Stein and Shakarchi claim on page 162 of their book complex analysis that because $\Gamma (s)$ and $\gamma(s)$ agree on $\operatorname {Re}(s)\ge 0$ and $\Gamma(s)$ is holomorphic away from its poles, the functional equation stated above is also true $\Gamma(s)$ wherever it is holomorphic, and takes the form $\operatorname{res}_{s=-n} \Gamma(s+1)=(-n)\operatorname{res}_{s=-n} \Gamma(s)$ at the poles of $\Gamma(s)$.

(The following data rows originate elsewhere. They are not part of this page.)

/**
 * The editor's worker: opens the file (through byte reads relayed by the page), builds the peak
 * caches, runs every analysis and correction from the registry, renders previews, spectra and
 * spectrogram tiles, and encodes exports. The page runs two of these: one for the views
 * (peaks, tiles, playback chunks) and one for the work (diagnose, preview, compare, export), so
 * drawing never waits behind a long render.
 */
import { CancelledError, InputError } from '../../../dsp/errors.ts';
import type { AudioSource } from '../../../dsp/source.ts';
import { MemorySource } from '../../../dsp/source.ts';
import { PeakBuilder, pyramidBuffers, BASE_BUCKET_FRAMES } from '../lib/peaks.ts';
import { Md5 } from '../lib/md5.ts';
import { FileSource } from './file-source.ts';
import type { FlacSource } from '../lib/flac-source.ts';
import { decodeSamples, type AudioLayout } from '../../../dsp/formats/index.ts';
import { readLayout } from './audio-layout.ts';
import type { FromWorker, Job, JobResults, ToWorker, Which } from './protocol.ts';
import { TILE_COLUMNS, SPECTRO_ROWS } from './protocol.ts';
import { spectroTile, longTermSpectrum, toDb, type Placed } from './spectral.ts';
import { preview, remeasure, type Processed } from './jobs.ts';
import { diagnose } from '../../../dsp/ops/diagnose.ts';
import { exportFile } from './export.ts';
import { fileMarkers } from './markers.ts';

const scope = self as unknown as {
  postMessage(m: FromWorker, transfer?: Transferable[]): void;
  onmessage: ((e: MessageEvent<ToWorker>) => void) | null;
};
const post = (m: FromWorker, transfer: Transferable[] = []) => scope.postMessage(m, transfer);

let rid = 0;
const reads = new Map<number, { resolve: (b: Uint8Array) => void; reject: (e: Error) => void }>();
const writes = new Map<number, { resolve: () => void; reject: (e: Error) => void }>();
const running = new Map<number, { aborted: boolean }>();

let file: { handle: string; name: string; sizeBytes: number } | null = null;
let layout: AudioLayout | null = null;
let original: FileSource | FlacSource | null = null;
let processed: Processed | null = null;

/** Web mode hands the worker the file itself; reads then never go through the page. */
let directBlob: Blob | null = null;

function readBytes(handle: string, offset: number, length: number): Promise<Uint8Array> {
  if (directBlob && file?.handle === handle) {
    return directBlob.slice(offset, Math.min(directBlob.size, offset + length)).arrayBuffer().then((b) => new Uint8Array(b));
  }
  const id = ++rid;
  return new Promise((resolve, reject) => {
    reads.set(id, { resolve, reject });
    post({ kind: 'read', rid: id, handle, offset, length });
  });
}

function writeBytes(handle: string, bytes: Uint8Array, atOffset: number | null): Promise<void> {
  const id = ++rid;
  const buf = bytes.byteOffset === 0 && bytes.byteLength === bytes.buffer.byteLength ? (bytes.buffer as ArrayBuffer) : bytes.slice().buffer;
  return new Promise((resolve, reject) => {
    writes.set(id, { resolve, reject });
    post({ kind: 'write', rid: id, handle, bytes: buf, atOffset }, [buf]);
  });
}

const isFlac = (s: FileSource | FlacSource | null): s is FlacSource => s !== null && s.layout.container === 'FLAC';

const needOriginal = (): FileSource | FlacSource => {
  if (!original) throw new InputError('no recording is open');
  return original;
};

const placed = (which: Which): Placed | null => {
  if (which === 'original') return { source: needOriginal(), offsetSeconds: 0 };
  return processed ? { source: processed.source, offsetSeconds: processed.offsetSeconds } : null;
};

async function run(id: number, job: Job, signal: { aborted: boolean }): Promise<{ result: unknown; transfer: Transferable[] }> {
  const progress = (fraction: number, label: string) => post({ kind: 'progress', id, fraction, label });
  const warn = (message: string) => post({ kind: 'warn', id, message });
  const ctx = { progress, warn, signal };
  switch (job.type) {
    case 'open': {
      file = { handle: job.file.handle, name: job.file.name, sizeBytes: job.file.sizeBytes };
      directBlob = job.file.blob ?? null;
      processed = null;
      const handle = job.file.handle;
      layout = await readLayout((o, l) => readBytes(handle, o, l), job.file.sizeBytes, job.file.name);
      const read = (o: number, l: number) => readBytes(handle, o, l);
      // The FLAC decoder is set up only when a FLAC opens (its WebAssembly compiles then; the worker is one file).
      original = layout.container === 'FLAC'
        ? await (await import('../lib/flac-source.ts')).FlacSource.open(read, layout, job.file.sizeBytes, job.file.name)
        : new FileSource(read, layout);
      if (isFlac(original) && original.frames !== layout.frames) layout = { ...layout, frames: original.frames };
      const result: JobResults['open'] = { layout, codingHistory: layout.bext?.codingHistory ?? '', chunkIds: layout.chunks.map((c) => c.id), markers: await fileMarkers(layout, (o, l) => readBytes(handle, o, l), job.file.name) };
      return { result, transfer: [] };
    }
    case 'overview': {
      const src = needOriginal();
      const total = job.endFrame - job.startFrame;
      const builder = new PeakBuilder(src.channelCount, total, src.sampleRateHz);
      let last = 0;
      if (isFlac(src)) {
        for await (const piece of src.float32Pieces(job.startFrame, job.endFrame)) {
          if (signal.aborted) throw new CancelledError('cancelled');
          builder.push(piece);
          if (builder.frames - last > total / 50) { last = builder.frames; progress(builder.frames / total, 'Drawing the overview'); }
        }
        const level = builder.level0();
        return { result: level, transfer: [...level.min, ...level.max].map((a) => a.buffer) };
      }
      // Straight from the stored bytes into reused float32 buffers: no per-block allocation.
      let planar: Float32Array[] = [];
      for await (const { bytes } of src.rawChunks(job.startFrame, job.endFrame, false, 16 << 20, 2)) {
        if (signal.aborted) throw new CancelledError('cancelled');
        const frames = Math.floor(bytes.length / src.layout.blockAlign);
        if (src.layout.encoding.sampleFormat === 'int' && src.layout.encoding.bytesPerSample === 2 && !src.layout.encoding.bigEndian && bytes.byteOffset % 4 === 0) {
          builder.pushInterleavedInt16(new Int16Array(bytes.buffer, bytes.byteOffset, frames * src.channelCount), frames);
          if (builder.frames - last > total / 50) { last = builder.frames; progress(builder.frames / total, 'Drawing the overview'); }
          continue;
        }
        if (planar.length === 0 || planar[0]!.length < frames) planar = Array.from({ length: src.channelCount }, () => new Float32Array(frames));
        decodeSamples(bytes, 0, src.layout.encoding, src.channelCount, frames, planar, 0);
        builder.push(frames === planar[0]!.length ? planar : planar.map((c) => c.subarray(0, frames)));
        if (builder.frames - last > total / 50) { last = builder.frames; progress(builder.frames / total, 'Drawing the overview'); }
      }
      const level = builder.level0();
      return { result: level, transfer: [...level.min, ...level.max].map((a) => a.buffer) };
    }
    case 'checksum': {
      const src = needOriginal();
      if (isFlac(src)) return { result: await src.audioMd5((f) => progress(f, 'Checksum'), signal), transfer: [] };
      const md5 = new Md5();
      for await (const { firstFrame, bytes } of src.rawChunks(0, src.frames)) {
        if (signal.aborted) throw new CancelledError('cancelled');
        md5.update(bytes);
        progress(firstFrame / Math.max(1, src.frames), 'Checksum');
      }
      return { result: md5.hex(), transfer: [] };
    }
    case 'diagnose':
      return { result: await diagnose(needOriginal(), { progress: (f) => progress(f, 'examining'), warn, signal }, { params: job.params ?? {} }), transfer: [] };
    case 'preview': {
      const r = await preview(needOriginal(), job.steps, job.startFrame, job.endFrame, ctx);
      processed = r.processed;
      return { result: r.result, transfer: r.result.channels.map((c) => c.buffer) };
    }
    case 'adoptProcessed': {
      const data = job.channels.map((c) => Float64Array.from(c));
      const source = new MemorySource(data, job.sampleRateHz);
      processed = { source, offsetSeconds: job.startFrame / needOriginal().sampleRateHz, region: null };
      const b = new PeakBuilder(source.channelCount, source.frames, source.sampleRateHz);
      b.push(job.channels);
      const p = b.finish();
      return { result: p, transfer: pyramidBuffers(p) };
    }
    case 'dropProcessed':
      processed = null;
      return { result: null, transfer: [] };
    case 'chunk': {
      const p = placed(job.which) ?? placed('original')!;
      const rate = p.source.sampleRateHz;
      const origRate = needOriginal().sampleRateHz;
      const start = Math.round((job.startFrame / origRate - p.offsetSeconds) * rate);
      const frames = Math.round((job.frames / origRate) * rate);
      const out = Array.from({ length: p.source.channelCount }, () => new Float32Array(Math.max(0, frames)));
      const lo = Math.max(0, start), hi = Math.min(p.source.frames, start + frames);
      if (hi > lo) {
        let at = lo - start;
        for await (const b of p.source.blocks({ startFrame: lo, endFrame: hi })) {
          for (let c = 0; c < out.length; c++) out[c]!.set(b[c]!, at);
          at += b[0]!.length;
        }
      }
      return { result: out, transfer: out.map((c) => c.buffer) };
    }
    case 'tile': {
      const p = placed(job.which);
      const colSeconds = (BASE_BUCKET_FRAMES * 4 ** job.level) / needOriginal().sampleRateHz;
      const values = p ? await spectroTile(p, colSeconds, job.index, signal) : new Uint8Array(TILE_COLUMNS * SPECTRO_ROWS);
      return { result: { level: job.level, index: job.index, columns: TILE_COLUMNS, rows: SPECTRO_ROWS, values }, transfer: [values.buffer] };
    }
    case 'spectra': {
      const src = needOriginal();
      const t0 = job.startFrame / src.sampleRateHz, t1 = job.endFrame / src.sampleRateHz;
      const fft = 8192;
      const before = await longTermSpectrum({ source: src, offsetSeconds: 0 }, t0, t1, fft, signal);
      // The same material after a step that changes time: the page maps the range through the chain.
      const a0 = job.afterStartSeconds ?? t0, a1 = job.afterEndSeconds ?? t1;
      const after = processed ? await longTermSpectrum({ source: processed.source, offsetSeconds: processed.offsetSeconds }, a0, a1, fft, signal) : null;
      const rate = processed?.source.sampleRateHz ?? src.sampleRateHz;
      const frequenciesHz = Float32Array.from({ length: fft / 2 + 1 }, (_, k) => (k * src.sampleRateHz) / fft);
      if (after && rate !== src.sampleRateHz) throw new InputError('compare needs the same sample rate before and after');
      const result: JobResults['spectra'] = { frequenciesHz, beforeDb: toDb(before), afterDb: after ? toDb(after) : null };
      return { result, transfer: [] };
    }
    case 'remeasure':
      if (!processed?.region) return { result: [], transfer: [] };
      return { result: await remeasure(processed.region, processed.offsetSeconds, job.steps, ctx), transfer: [] };
    case 'export': {
      if (!file) throw new InputError('no recording is open');
      const r = await exportFile(needOriginal(), file.handle, readBytes, writeBytes, job, ctx);
      return { result: r, transfer: [] };
    }
  }
}

scope.onmessage = (e) => {
  const m = e.data;
  switch (m.kind) {
    case 'job': {
      const signal = { aborted: false };
      running.set(m.id, signal);
      run(m.id, m.job, signal).then(
        ({ result, transfer }) => post({ kind: 'done', id: m.id, result }, transfer),
        (err: unknown) => {
          const er = err instanceof Error ? err : new Error(String(err));
          const message = er instanceof InputError ? er.oneLine() : er.message;
          post({ kind: 'failed', id: m.id, name: er.name, message });
        },
      ).finally(() => running.delete(m.id));
      break;
    }
    case 'cancel': {
      const s = running.get(m.id);
      if (s) s.aborted = true;
      break;
    }
    case 'bytes': {
      const r = reads.get(m.rid);
      reads.delete(m.rid);
      if (!r) break;
      if (m.error !== undefined || !m.buf) r.reject(new InputError(m.error ?? 'read failed'));
      else r.resolve(new Uint8Array(m.buf));
      break;
    }
    case 'wrote': {
      const w = writes.get(m.rid);
      writes.delete(m.rid);
      if (!w) break;
      if (m.error !== undefined) w.reject(new Error(m.error));
      else w.resolve();
      break;
    }
  }
};

export type { AudioSource };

My question is whether the above reasoning is really correct, and, if so, why. I see why it is true for the gamma function because $\Gamma(s)$ was extended from $\gamma(s)$ using precisely the functional equation of $\gamma(s)$, but could one know that this is true if one extended $\gamma(s)$ by a power series? In other words, (why) is it in general true that any functional equation $E(f(s),s)=0$ of a holomorphic function $f(s)$ defined on a connected domain $\omega$ will also hold for the analytic continuation $F(z)$ of $f(s)$ into a larger connected domain $\Omega \supset \omega$.
I'm not certain if this is the difficult point for you.
Since the holomorphic function $h(s) = \Gamma(s+1) - s\Gamma(s)$ satisfies $h(s) = \gamma(s+1) - s\gamma(s) = 0$ for $\textrm{Re}(s) > 0$, we have $h(s) = 0$ throughout its domain, due to the following principle of analytic continuation.
If a holomorphic function $h$ is defined on a connected open set $\Omega$, and $h(z) = 0$ for all $z$ belonging to some subset of $\Omega$ having a point of accumulation within $\Omega$, then $h$ is identically zero throughout $\Omega$.